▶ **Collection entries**
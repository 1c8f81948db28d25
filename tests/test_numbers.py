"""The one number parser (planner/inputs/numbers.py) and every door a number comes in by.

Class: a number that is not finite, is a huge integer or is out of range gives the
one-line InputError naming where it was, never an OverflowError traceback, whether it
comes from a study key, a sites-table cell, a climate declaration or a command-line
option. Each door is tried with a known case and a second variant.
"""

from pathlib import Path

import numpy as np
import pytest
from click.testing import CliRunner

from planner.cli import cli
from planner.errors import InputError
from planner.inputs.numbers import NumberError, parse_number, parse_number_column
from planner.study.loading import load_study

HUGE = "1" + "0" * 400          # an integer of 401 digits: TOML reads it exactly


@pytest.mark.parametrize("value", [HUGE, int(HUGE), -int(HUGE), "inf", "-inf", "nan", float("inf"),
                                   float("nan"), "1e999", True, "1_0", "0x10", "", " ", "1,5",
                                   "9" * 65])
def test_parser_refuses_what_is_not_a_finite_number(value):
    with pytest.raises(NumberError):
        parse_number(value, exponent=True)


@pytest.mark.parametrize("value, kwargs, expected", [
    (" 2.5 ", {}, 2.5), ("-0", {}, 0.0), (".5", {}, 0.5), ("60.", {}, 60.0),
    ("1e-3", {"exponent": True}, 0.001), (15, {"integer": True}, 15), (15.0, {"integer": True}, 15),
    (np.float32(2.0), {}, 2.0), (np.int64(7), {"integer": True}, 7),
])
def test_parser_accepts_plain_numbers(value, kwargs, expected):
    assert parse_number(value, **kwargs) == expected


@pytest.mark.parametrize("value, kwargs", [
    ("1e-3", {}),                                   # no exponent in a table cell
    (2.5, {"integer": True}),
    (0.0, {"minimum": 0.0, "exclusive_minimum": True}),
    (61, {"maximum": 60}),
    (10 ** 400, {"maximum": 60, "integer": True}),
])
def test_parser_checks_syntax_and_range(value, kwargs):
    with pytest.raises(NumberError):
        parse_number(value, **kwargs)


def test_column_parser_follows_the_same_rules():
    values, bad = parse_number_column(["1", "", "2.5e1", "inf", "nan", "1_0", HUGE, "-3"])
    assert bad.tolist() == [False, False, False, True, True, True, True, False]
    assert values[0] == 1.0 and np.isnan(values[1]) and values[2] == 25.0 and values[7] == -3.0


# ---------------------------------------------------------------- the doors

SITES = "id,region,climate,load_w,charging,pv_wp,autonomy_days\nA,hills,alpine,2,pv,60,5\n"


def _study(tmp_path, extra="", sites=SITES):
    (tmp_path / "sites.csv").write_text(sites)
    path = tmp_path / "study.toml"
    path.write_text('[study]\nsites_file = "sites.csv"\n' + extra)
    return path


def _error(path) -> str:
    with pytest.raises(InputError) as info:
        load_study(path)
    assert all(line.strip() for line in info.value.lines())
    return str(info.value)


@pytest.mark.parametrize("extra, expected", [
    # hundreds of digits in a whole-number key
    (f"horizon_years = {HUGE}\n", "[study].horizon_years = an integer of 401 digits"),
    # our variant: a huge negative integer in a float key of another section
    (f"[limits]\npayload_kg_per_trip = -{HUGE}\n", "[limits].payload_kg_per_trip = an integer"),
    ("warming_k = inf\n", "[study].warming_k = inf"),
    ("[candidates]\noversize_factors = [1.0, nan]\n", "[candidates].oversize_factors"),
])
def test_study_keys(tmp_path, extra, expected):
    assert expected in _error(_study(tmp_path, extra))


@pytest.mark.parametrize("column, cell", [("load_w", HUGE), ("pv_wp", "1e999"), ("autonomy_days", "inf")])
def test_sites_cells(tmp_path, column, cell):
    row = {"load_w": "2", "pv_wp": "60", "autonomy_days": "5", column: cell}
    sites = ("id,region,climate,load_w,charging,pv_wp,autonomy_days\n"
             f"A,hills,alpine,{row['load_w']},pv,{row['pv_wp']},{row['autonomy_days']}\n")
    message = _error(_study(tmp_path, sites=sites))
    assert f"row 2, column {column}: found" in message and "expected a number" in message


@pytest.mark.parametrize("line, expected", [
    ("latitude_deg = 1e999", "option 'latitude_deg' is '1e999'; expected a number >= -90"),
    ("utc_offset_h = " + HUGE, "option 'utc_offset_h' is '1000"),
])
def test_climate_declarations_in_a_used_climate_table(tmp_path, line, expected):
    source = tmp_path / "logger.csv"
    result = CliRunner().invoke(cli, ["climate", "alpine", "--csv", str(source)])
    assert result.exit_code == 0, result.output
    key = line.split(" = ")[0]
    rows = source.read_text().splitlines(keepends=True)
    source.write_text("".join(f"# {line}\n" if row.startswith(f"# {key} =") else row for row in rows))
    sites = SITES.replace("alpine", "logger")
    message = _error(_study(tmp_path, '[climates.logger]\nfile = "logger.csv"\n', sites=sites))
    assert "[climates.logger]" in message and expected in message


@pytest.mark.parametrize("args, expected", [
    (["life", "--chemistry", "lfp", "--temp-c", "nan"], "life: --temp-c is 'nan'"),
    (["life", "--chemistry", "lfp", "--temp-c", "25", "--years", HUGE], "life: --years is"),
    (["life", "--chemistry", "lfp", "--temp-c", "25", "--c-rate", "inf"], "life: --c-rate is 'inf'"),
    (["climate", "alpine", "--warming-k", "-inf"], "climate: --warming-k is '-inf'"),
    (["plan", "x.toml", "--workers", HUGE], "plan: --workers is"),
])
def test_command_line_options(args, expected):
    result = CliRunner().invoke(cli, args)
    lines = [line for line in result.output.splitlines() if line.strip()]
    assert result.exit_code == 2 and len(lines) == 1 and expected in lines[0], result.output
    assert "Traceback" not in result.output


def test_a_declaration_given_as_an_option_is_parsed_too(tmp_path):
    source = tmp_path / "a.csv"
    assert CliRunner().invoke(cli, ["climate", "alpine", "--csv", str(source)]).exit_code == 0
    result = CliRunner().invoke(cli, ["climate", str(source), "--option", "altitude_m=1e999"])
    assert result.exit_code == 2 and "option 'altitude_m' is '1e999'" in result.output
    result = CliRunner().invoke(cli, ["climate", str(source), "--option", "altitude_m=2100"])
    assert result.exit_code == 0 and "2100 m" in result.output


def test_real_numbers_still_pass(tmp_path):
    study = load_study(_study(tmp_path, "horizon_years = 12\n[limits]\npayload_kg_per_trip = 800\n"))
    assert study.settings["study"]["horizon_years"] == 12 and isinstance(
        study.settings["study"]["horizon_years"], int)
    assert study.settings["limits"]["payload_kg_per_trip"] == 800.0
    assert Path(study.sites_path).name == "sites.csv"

▶ **Exercise description**
Please return only the lines above, starting at the line that has "assert values[0] == 1.0" and ending at the line that has "# hundreds of", keeping both and leaving each one unchanged.

▶ **Answer to the problem**
    assert values[0] == 1.0 and np.isnan(values[1]) and values[2] == 25.0 and values[7] == -3.0


# ---------------------------------------------------------------- the doors

SITES = "id,region,climate,load_w,charging,pv_wp,autonomy_days\nA,hills,alpine,2,pv,60,5\n"


def _study(tmp_path, extra="", sites=SITES):
    (tmp_path / "sites.csv").write_text(sites)
    path = tmp_path / "study.toml"
    path.write_text('[study]\nsites_file = "sites.csv"\n' + extra)
    return path


def _error(path) -> str:
    with pytest.raises(InputError) as info:
        load_study(path)
    assert all(line.strip() for line in info.value.lines())
    return str(info.value)


@pytest.mark.parametrize("extra, expected", [
    # hundreds of digits in a whole-number key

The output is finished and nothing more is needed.